■ Task inputs
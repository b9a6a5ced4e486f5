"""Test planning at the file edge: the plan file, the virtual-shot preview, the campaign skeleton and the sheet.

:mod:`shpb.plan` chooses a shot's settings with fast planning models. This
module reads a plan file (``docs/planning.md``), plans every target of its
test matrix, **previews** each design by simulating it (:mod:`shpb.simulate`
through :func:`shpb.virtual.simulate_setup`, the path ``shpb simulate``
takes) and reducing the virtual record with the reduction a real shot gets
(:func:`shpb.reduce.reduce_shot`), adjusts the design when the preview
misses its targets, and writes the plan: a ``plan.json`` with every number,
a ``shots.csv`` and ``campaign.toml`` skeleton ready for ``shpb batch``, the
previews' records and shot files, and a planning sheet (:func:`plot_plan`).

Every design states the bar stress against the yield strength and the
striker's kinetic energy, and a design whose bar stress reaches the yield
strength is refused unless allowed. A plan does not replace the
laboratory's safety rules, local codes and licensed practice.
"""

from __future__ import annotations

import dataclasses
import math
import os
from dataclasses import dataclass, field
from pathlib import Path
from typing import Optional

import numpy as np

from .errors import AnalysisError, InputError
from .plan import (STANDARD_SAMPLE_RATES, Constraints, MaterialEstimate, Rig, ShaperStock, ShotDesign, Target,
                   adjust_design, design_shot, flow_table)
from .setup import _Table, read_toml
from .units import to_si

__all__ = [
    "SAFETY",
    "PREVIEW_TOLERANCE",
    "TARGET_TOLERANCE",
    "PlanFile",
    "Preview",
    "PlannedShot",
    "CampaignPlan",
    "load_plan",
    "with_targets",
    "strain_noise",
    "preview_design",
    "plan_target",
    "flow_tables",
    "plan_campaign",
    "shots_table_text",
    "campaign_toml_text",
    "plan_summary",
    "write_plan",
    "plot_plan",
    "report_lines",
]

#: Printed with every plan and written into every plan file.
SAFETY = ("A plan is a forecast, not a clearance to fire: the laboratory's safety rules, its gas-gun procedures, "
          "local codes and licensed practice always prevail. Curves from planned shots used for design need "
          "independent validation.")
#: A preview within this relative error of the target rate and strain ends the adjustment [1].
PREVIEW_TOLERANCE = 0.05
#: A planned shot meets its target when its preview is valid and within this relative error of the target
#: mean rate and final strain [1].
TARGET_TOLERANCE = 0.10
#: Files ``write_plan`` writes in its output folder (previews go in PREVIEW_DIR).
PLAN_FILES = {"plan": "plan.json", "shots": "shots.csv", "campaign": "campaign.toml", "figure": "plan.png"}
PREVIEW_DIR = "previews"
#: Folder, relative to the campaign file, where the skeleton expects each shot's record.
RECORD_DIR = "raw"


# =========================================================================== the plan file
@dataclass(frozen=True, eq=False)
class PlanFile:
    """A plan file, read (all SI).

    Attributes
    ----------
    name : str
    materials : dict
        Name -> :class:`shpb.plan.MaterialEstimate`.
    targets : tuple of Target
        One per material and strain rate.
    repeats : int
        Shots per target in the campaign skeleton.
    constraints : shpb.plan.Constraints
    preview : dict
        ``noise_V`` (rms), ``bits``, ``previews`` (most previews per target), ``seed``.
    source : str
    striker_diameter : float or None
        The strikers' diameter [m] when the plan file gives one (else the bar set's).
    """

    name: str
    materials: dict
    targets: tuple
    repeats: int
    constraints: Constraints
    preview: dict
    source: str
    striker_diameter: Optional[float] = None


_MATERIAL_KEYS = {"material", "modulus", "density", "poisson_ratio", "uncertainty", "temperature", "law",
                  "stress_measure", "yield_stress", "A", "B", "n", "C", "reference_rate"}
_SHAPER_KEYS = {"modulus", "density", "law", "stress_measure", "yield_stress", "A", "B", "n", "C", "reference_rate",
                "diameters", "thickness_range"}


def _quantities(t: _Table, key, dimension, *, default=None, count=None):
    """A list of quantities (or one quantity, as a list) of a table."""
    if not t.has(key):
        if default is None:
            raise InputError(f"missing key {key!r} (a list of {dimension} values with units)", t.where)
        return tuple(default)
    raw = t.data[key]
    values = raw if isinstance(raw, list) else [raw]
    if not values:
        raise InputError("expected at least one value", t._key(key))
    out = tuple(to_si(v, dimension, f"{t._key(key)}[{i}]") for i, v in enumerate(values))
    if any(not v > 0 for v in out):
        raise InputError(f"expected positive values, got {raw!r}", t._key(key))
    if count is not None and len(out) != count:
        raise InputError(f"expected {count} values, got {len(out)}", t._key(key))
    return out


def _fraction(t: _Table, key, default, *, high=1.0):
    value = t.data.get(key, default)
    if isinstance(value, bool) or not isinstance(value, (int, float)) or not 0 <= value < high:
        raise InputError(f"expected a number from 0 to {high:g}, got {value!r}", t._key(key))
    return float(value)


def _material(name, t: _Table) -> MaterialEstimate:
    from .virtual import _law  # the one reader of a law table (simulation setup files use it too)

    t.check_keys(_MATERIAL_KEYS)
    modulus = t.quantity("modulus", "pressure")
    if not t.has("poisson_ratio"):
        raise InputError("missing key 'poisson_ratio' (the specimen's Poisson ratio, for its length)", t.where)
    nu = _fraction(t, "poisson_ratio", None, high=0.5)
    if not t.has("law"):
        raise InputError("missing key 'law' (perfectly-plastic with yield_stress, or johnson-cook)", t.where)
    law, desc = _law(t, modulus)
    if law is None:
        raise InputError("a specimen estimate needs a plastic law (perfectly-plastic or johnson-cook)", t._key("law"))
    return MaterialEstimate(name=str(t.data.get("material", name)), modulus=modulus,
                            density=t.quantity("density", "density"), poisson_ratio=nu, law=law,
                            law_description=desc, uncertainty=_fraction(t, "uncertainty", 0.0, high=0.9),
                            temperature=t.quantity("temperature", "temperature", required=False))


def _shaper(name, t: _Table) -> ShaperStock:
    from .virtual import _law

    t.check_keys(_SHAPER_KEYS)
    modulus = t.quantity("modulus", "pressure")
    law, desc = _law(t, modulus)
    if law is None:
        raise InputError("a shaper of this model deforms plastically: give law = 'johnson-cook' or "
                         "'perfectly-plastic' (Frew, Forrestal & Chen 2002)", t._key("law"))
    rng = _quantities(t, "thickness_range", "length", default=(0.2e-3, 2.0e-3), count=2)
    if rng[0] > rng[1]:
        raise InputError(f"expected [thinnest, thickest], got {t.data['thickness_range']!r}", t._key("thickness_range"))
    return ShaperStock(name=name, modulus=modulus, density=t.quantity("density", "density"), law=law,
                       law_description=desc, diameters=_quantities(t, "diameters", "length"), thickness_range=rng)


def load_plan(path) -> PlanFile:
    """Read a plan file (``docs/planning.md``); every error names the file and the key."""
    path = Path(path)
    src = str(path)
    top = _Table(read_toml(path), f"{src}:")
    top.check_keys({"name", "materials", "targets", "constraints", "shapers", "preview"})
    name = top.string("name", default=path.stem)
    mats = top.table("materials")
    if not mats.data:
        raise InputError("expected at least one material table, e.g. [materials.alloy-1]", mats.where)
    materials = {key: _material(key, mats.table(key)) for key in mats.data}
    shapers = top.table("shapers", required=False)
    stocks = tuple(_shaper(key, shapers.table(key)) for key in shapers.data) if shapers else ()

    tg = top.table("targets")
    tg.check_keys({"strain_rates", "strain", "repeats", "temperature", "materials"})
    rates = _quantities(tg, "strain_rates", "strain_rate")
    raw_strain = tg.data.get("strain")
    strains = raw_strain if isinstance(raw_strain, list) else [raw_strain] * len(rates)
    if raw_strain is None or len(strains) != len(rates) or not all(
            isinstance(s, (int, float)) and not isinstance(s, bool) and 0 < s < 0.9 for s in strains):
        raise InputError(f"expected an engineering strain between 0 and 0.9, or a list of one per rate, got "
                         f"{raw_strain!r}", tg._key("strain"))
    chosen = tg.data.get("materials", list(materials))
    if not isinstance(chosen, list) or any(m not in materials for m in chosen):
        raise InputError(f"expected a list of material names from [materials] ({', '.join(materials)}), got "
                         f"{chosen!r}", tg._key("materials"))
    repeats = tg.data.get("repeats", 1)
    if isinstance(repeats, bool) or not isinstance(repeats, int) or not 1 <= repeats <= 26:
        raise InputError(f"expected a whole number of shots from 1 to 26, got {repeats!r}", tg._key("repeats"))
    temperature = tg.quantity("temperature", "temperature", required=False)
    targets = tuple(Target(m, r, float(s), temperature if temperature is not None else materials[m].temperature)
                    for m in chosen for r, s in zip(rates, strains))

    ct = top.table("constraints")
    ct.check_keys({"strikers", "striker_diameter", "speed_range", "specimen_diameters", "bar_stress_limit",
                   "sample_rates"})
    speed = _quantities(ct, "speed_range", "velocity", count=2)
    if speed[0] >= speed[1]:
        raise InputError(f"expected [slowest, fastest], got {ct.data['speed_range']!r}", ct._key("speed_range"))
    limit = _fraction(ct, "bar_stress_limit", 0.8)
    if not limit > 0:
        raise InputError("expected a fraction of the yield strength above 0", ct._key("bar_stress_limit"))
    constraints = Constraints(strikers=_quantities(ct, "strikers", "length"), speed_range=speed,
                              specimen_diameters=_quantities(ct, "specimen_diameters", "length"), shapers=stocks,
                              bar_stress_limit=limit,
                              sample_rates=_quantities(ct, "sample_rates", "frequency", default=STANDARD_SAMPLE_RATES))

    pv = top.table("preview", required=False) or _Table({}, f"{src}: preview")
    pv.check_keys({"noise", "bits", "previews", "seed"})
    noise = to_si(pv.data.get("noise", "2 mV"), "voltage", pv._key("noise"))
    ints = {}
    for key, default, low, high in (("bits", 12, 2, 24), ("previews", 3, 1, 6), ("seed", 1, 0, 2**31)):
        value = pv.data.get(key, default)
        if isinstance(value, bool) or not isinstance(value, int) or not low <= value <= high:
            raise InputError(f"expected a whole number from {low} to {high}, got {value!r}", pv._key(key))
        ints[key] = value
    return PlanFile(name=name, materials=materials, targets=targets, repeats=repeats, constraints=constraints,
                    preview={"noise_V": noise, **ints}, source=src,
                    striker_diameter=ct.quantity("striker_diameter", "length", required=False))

■ Required action
Each line from the one containing "for key, default, low, high" to the last line of the material above should be reproduced word for word, with nothing added.

■ Answer to the problem
    for key, default, low, high in (("bits", 12, 2, 24), ("previews", 3, 1, 6), ("seed", 1, 0, 2**31)):
        value = pv.data.get(key, default)
        if isinstance(value, bool) or not isinstance(value, int) or not low <= value <= high:
            raise InputError(f"expected a whole number from {low} to {high}, got {value!r}", pv._key(key))
        ints[key] = value
    return PlanFile(name=name, materials=materials, targets=targets, repeats=repeats, constraints=constraints,
                    preview={"noise_V": noise, **ints}, source=src,
                    striker_diameter=ct.quantity("striker_diameter", "length", required=False))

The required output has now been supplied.